• [INSTRUCTIONS TO FOLLOW]:
In the entries below, find the line with "assertTrue(m.peakCurrent() >= m.continuousCurrent(), m.id());" and the line with "the one whose". Print those two and everything between them exactly, and nothing else.

• [SUPPLIED INFORMATION]:
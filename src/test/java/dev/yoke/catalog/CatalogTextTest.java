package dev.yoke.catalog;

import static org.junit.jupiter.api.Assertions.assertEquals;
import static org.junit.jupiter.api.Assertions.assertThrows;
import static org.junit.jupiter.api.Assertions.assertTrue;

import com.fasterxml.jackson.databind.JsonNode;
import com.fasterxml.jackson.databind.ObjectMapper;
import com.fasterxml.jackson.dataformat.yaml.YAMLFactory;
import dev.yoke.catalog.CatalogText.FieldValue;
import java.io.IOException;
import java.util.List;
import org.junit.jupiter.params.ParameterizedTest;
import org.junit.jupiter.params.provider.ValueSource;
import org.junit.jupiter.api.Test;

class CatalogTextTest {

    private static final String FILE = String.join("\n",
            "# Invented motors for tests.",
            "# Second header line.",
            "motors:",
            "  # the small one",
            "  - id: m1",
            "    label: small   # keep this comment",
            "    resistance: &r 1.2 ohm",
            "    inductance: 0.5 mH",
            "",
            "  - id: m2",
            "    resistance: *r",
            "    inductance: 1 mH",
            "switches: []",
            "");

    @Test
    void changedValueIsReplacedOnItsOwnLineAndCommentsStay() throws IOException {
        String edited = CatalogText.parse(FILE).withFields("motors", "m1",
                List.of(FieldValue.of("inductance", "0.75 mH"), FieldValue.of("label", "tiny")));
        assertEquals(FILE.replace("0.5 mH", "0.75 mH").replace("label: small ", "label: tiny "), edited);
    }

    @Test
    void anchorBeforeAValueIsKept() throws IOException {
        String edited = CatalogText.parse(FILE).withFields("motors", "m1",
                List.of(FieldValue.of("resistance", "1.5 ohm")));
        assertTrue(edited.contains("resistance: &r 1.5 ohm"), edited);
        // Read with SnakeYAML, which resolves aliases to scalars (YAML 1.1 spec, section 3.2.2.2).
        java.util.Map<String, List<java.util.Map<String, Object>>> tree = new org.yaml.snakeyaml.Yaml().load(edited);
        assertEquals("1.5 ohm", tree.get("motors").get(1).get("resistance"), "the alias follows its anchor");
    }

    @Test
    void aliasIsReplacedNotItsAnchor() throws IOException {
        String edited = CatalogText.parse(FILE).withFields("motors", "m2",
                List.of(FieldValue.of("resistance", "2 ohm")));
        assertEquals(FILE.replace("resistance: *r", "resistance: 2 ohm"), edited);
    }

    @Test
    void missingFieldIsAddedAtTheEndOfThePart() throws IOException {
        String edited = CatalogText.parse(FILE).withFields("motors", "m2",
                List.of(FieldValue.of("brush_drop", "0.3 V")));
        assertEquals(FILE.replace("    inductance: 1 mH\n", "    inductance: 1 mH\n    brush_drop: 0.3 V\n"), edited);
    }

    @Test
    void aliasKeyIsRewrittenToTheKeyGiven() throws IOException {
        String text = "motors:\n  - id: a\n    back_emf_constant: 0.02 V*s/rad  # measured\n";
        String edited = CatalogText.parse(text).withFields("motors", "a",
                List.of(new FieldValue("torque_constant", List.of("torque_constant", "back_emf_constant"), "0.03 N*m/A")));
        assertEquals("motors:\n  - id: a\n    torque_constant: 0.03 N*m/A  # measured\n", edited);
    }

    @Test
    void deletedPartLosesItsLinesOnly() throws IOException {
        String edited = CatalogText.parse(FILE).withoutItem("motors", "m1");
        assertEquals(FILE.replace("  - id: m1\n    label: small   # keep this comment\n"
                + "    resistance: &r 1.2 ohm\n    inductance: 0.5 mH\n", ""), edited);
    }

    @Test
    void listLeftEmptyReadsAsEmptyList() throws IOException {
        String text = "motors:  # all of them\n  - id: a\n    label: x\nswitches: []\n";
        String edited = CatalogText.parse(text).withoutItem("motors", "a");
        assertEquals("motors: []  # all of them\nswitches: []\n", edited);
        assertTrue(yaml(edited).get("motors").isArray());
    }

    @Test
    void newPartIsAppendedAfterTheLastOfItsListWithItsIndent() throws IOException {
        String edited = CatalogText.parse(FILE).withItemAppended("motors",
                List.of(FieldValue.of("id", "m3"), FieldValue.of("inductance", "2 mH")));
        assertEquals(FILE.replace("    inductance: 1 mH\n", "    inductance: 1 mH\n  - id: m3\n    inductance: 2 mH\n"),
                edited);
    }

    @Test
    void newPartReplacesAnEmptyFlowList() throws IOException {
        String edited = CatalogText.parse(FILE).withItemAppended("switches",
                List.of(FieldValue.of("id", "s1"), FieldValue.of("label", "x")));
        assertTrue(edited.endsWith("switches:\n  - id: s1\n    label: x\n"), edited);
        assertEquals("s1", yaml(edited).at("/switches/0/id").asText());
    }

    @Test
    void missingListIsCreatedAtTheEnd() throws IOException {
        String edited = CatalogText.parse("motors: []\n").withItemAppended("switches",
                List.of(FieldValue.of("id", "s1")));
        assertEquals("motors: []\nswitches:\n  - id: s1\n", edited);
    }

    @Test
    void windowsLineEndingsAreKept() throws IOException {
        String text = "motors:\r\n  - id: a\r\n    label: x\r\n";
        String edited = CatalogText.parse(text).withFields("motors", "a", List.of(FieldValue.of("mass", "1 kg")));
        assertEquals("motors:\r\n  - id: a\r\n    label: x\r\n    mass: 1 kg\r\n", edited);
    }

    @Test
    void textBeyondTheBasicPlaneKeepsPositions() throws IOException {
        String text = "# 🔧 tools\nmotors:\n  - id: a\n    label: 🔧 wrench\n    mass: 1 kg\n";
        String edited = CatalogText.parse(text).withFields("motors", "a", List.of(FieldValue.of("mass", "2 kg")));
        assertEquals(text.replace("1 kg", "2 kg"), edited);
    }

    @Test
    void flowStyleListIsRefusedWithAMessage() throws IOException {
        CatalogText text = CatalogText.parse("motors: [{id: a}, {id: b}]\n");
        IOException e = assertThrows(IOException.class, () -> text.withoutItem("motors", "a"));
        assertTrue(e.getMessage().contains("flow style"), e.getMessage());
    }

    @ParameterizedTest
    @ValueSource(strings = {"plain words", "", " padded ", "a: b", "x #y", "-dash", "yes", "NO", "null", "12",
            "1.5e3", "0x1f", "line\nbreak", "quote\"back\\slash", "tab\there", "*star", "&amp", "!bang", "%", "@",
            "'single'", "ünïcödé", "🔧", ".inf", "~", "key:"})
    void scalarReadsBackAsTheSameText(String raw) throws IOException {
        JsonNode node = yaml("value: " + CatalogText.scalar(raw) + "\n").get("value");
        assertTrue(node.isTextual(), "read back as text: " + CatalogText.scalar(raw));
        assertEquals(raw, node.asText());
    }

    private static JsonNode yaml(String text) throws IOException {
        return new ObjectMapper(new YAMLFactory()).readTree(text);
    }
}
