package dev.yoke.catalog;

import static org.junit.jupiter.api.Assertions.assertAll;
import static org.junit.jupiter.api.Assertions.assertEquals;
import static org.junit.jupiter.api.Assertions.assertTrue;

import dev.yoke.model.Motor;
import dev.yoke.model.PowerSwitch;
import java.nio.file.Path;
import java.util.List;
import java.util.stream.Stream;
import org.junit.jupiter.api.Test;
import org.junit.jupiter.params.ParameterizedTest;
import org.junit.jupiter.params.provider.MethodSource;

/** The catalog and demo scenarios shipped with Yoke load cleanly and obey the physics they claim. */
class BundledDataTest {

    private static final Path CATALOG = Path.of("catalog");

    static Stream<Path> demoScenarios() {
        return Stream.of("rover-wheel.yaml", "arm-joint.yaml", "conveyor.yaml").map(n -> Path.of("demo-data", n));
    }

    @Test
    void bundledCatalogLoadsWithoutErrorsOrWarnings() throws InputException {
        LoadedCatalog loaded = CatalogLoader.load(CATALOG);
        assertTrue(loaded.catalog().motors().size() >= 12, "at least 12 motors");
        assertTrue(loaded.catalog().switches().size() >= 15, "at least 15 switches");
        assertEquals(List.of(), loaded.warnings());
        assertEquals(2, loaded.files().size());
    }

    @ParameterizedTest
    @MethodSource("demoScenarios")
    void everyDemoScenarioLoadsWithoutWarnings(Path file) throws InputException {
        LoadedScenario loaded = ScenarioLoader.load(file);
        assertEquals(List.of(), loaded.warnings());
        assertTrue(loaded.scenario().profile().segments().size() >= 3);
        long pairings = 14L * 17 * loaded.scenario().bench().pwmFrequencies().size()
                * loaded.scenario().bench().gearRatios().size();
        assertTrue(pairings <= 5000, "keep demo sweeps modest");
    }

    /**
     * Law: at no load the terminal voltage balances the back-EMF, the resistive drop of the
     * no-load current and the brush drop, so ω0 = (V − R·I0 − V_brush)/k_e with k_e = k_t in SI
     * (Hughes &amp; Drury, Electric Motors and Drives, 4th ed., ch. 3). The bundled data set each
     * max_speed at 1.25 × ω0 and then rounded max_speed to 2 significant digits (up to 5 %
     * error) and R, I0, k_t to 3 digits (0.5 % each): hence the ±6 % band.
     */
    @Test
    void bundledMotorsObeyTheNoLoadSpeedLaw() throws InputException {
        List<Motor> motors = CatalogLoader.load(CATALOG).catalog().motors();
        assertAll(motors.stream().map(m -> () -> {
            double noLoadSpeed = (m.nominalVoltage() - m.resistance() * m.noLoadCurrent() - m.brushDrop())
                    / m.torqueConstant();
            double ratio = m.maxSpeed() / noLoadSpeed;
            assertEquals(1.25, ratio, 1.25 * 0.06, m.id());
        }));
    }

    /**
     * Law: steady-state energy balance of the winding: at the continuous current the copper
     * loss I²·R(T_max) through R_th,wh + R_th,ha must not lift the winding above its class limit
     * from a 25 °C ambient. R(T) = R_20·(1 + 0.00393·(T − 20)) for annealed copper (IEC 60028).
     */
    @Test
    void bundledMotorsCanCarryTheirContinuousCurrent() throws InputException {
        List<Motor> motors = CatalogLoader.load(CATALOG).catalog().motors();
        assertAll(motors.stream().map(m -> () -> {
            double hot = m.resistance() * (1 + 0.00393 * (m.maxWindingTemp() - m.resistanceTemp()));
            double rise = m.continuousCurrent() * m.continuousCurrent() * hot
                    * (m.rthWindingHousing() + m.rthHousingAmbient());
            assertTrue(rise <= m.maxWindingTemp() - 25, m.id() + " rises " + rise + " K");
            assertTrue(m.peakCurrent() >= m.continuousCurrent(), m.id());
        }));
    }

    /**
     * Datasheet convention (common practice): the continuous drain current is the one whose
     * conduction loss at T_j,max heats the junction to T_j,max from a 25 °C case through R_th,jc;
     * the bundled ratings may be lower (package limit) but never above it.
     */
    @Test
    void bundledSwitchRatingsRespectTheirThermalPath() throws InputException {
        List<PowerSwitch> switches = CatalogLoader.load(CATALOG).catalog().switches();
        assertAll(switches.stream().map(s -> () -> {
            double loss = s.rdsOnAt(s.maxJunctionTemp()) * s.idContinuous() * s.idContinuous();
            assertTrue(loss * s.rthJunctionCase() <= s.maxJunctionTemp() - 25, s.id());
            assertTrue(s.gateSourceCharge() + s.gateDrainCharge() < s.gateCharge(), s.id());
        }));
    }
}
==
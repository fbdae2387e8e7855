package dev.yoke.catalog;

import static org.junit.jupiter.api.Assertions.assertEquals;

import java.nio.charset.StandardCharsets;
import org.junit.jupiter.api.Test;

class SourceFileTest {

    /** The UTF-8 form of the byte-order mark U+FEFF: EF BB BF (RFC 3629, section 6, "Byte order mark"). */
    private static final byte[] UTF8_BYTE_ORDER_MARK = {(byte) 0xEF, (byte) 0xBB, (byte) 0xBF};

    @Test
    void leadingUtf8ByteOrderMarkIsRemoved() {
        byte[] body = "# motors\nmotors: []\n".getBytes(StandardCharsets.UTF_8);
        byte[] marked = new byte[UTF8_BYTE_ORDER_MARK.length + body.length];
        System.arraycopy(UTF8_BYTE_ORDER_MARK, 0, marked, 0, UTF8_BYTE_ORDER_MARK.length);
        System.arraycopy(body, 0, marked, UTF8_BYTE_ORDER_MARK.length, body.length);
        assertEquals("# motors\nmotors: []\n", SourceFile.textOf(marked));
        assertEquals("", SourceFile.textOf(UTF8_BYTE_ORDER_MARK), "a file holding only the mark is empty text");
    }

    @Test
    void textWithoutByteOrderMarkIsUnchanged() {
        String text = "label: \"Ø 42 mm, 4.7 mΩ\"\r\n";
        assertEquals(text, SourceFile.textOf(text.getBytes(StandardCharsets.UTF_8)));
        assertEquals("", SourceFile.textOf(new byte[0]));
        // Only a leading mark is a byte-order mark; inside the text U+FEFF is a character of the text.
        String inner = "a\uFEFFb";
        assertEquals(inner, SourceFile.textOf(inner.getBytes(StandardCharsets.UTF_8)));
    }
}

• [FINISHED TASK]:
            assertTrue(m.peakCurrent() >= m.continuousCurrent(), m.id());
        }));
    }

    /**
     * Datasheet convention (common practice): the continuous drain current is the one whose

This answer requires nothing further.